Stored dataset items:

══════════

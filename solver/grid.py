"""Time and frequency axes, and the one Fourier convention of the project.

spectrum = fft(field): a field e^{+iωt} sits at +ω, and ∂/∂t becomes +iω. The equations are
written for an optical carrier e^{−iω0 t}, so a baseband ω is an optical frequency *below* the
carrier by ω/2π; :attr:`Grid.offset_ghz` is the axis to put under a plotted spectrum.
"""

from dataclasses import dataclass
from functools import cached_property
from typing import Any

import numpy as np
import numpy.typing as npt

Real = npt.NDArray[np.floating[Any]]
Complex = npt.NDArray[np.complex128]
Field = npt.NDArray[np.complexfloating[Any, Any]]


@dataclass(frozen=True)
class Grid:
    """A periodic time window of ``samples`` points, ``time_step_ps`` apart."""

    samples: int
    time_step_ps: float

    @property
    def window_ps(self) -> float:
        """Length of the window, ps."""
        return self.samples * self.time_step_ps

    @cached_property
    def time_ps(self) -> Real:
        """Time of each sample, ps; shape (samples,)."""
        return np.arange(self.samples) * self.time_step_ps

    @cached_property
    def frequency_thz(self) -> Real:
        """Baseband frequency in FFT order, THz; shape (samples,)."""
        return np.fft.fftfreq(self.samples, self.time_step_ps)

    @cached_property
    def omega(self) -> Real:
        """Baseband angular frequency in FFT order, rad/ps; shape (samples,)."""
        return 2.0 * np.pi * self.frequency_thz

    @cached_property
    def offset_ghz(self) -> Real:
        """Optical frequency offset from the carrier, ascending, GHz; shape (samples,)."""
        return np.sort(-1e3 * self.frequency_thz)

    def by_offset(self, spectrum: Real) -> Real:
        """A power spectrum in FFT order, last axis, rearranged onto :attr:`offset_ghz`."""
        half = self.samples // 2
        return np.concatenate([spectrum[..., half - 1 :: -1], spectrum[..., : half - 1 : -1]], -1)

══════════

From the line containing "def time_ps(self) ->" to the last line of the records above, please write out every line exactly and add nothing.

    def time_ps(self) -> Real:
        """Time of each sample, ps; shape (samples,)."""
        return np.arange(self.samples) * self.time_step_ps

    @cached_property
    def frequency_thz(self) -> Real:
        """Baseband frequency in FFT order, THz; shape (samples,)."""
        return np.fft.fftfreq(self.samples, self.time_step_ps)

    @cached_property
    def omega(self) -> Real:
        """Baseband angular frequency in FFT order, rad/ps; shape (samples,)."""
        return 2.0 * np.pi * self.frequency_thz

    @cached_property
    def offset_ghz(self) -> Real:
        """Optical frequency offset from the carrier, ascending, GHz; shape (samples,)."""
        return np.sort(-1e3 * self.frequency_thz)

    def by_offset(self, spectrum: Real) -> Real:
        """A power spectrum in FFT order, last axis, rearranged onto :attr:`offset_ghz`."""
        half = self.samples // 2
        return np.concatenate([spectrum[..., half - 1 :: -1], spectrum[..., : half - 1 : -1]], -1)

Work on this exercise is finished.